Radio Journalism

September 17, 2009

Authors: Guy Starkey and Andrew Crisell

Edition: First

Publisher: SAGE Publications

Pages: 184

Price: £60.00 and £19.99

ISBN: 9781412930147 and 0154

The title gives away little about what is within Starkey and Crisell's Radio Journalism, and the jacket design gives it the look of a 1970s punk-rock fanzine. But one should not judge a book by its cover, even when it is beige, and certainly not in this case.

Contrary to appearance, this is not another turgid guide to digital editing, writing for radio and the structure of a newsroom team. It is an ambitious and accessible study that combines a succinct narrative history of radio journalism with an analysis of its power in the public sphere. It describes the development of British audio broadcasting before locating it in an international context and contemplating the contours of the convergent future. Such ambition is often the prelude to failure. Instead, Starkey and Crisell have written a precious introduction to the theory, practice and purposes of radio journalism that will be very useful to serious students of the subject.

It is an introduction. There is too little space here for a detailed assessment of John Reith's career, and the authors' account of the part BBC radio journalism played in the General Strike is abbreviated to the brink of irrelevance. No matter. Others have explored the history of the BBC. Starkey and Crisell's achievement is to set it in an illuminating context.

Their account is split according to the division between commercial radio and the BBC. The arrangement allows them to sustain throughout their amalgam of narrative and theory without becoming muddled. Their juxtaposition of the commercial sector's obligation to make profits against the BBC's need to appease government lacks subtlety. But it facilitates a lucid exposition of the legislative and institutional contexts in which British radio has grown and it builds a foundation for debate.

The authors portray radio's potency as an agenda setter. They make appropriate links between this power and the role of regulation in protecting representative democracy while injecting elements of political interference. This aspect of journalism education is too often overlooked, but students need to understand it and Starkey and Crisell are right to give it a place in their narrative.

Equally useful is their consideration of the challenges and opportunities imposed by convergence.

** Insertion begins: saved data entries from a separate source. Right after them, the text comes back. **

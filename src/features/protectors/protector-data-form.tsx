import { useLingui } from "@lingui/react";
import { useMutation, useQueryClient } from "@tanstack/react-query";
import { useState } from "react";
import type { z } from "zod";
import { formatDate } from "../../../shared/format/date";
import {
  NewProtectorInput,
  ProtectorDetail,
  type ProtectorRevisionInput,
} from "../../../shared/schemas/protector";
import type { ChangePreview } from "../../../shared/schemas/site";
import { Button } from "../../components/button";
import { ChangeReview, useChangePreview } from "../../components/change-preview";
import {
  Form,
  FormActions,
  SubmitButton,
  showIssuesOn,
  useSchemaForm,
} from "../../components/form";
import { FormProblem } from "../../components/form-problem";
import { ApiError, api } from "../../lib/api";
import { useChangeKey } from "../../lib/change-key";
import { useLocale } from "../../lib/i18n";
import { paths } from "../../paths";
import { ProtectorDataFields } from "./data-fields";
import { protectorQueries } from "./queries";

type Detail = z.infer<typeof ProtectorDetail>;

/** The server names the fields of a revision; in this form they lie under `data`. */
const underData = (error: unknown): unknown =>
  error instanceof ApiError
    ? new ApiError(
        error.status,
        error.code,
        error.params,
        error.issues.map((issue) => ({ ...issue, path: issue.path ? `data.${issue.path}` : "" })),
        error.body,
        error.message,
      )
    : error;

/** A protector's data from a date on: filled in, looked at with who changes verdict, then saved. */
export function ProtectorDataForm({
  protector,
  today,
  onDone,
  onSaved,
}: {
  protector: Detail;
  today: string;
  onDone: () => void;
  onSaved: () => void;
}) {
  const { i18n } = useLingui();
  const locale = useLocale();
  const client = useQueryClient();
  const changeKey = useChangeKey();
  const [reviewed, setReviewed] = useState<{
    body: ProtectorRevisionInput;
    preview: z.infer<typeof ChangePreview>;
  } | null>(null);
  const { id: _, number: __, effectiveFrom: ___, ...data } = protector.data;
  const form = useSchemaForm(NewProtectorInput, {
    defaultValues: {
      name: protector.name,
      kind: protector.kind,
      isArchived: protector.isArchived,
      data: { ...data, effectiveFrom: today, reason: null },
    },
  });
  const show = showIssuesOn(form, i18n);
  const preview = useChangePreview(`/protectors/${protector.id}/revisions/preview`, (error) =>
    show(underData(error)),
  );
  const save = useMutation({
    mutationFn: (body: ProtectorRevisionInput) =>
      api.post(`/protectors/${protector.id}/revisions`, {
        body,
        schema: ProtectorDetail,
        idempotencyKey: changeKey.keyFor(body),
      }),
    onSuccess: (view) => {
      changeKey.forget();
      client.setQueryData(protectorQueries.one(view.id).queryKey, view);
      void client.invalidateQueries({ queryKey: protectorQueries.all });
      void client.invalidateQueries({ queryKey: ["recompute-progress"] });
      onSaved();
    },
    onError: (error) => {
      if (error instanceof ApiError && error.issues.length > 0) setReviewed(null);
      show(underData(error));
    },
  });
  const look = form.handleSubmit(({ data: body }) => {
    if (body.reason === null) {
      form.setError(
        "data.reason",
        {
          type: "reason-needed",
          message: i18n.t("A reason is needed: what is there already changes."),
        },
        { shouldFocus: true },
      );
      return;
    }
    preview.mutate(body, { onSuccess: (found) => setReviewed({ body, preview: found }) });
  });
  return (
    <>
      <div hidden={reviewed !== null}>
        <Form aria-label={i18n.t("New data")} onSubmit={look}>
          <ProtectorDataFields form={form} needsReason />
          <FormProblem error={preview.error} />
          <FormActions>
            <SubmitButton isBusy={preview.isPending}>
              {i18n.t("See who changes verdict")}
            </SubmitButton>
            <Button onClick={onDone}>{i18n.t("Leave as it was")}</Button>
          </FormActions>
        </Form>
      </div>
      {reviewed && (
        <ChangeReview
          preview={reviewed.preview}
          what={i18n.t("New data of {name} from {date} on.", {
            name: protector.name,
            date: formatDate(reviewed.body.effectiveFrom, locale),
          })}
          workerPath={paths.result}
          isSaving={save.isPending}
          error={save.error}
          onSave={() => save.mutate(reviewed.body)}
          onBack={() => setReviewed(null)}
        />
      )}
    </>
  );
}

Radio journalism has adapted to survive first analogue and then digital television. Can it outlive Twitter? The authors theorise that radio's unique dexterity with ideas and abstractions may continue to reinforce its social value as a medium for the transmission of news and current affairs.

Journalism educators produce too few texts that pair clear and authoritative understanding of professional practice with coherent theoretical analysis. Starkey and Crisell offer both, and evince respect for journalism as a profession too. This is a very good book.

Who is it for? Students desiring a thorough introduction to the practice, theory and value of radio journalism.

Presentation: Eight chapters set out in welcoming, bite-sized chunks, followed by a critical bibliography.

Would you recommend it? Very highly.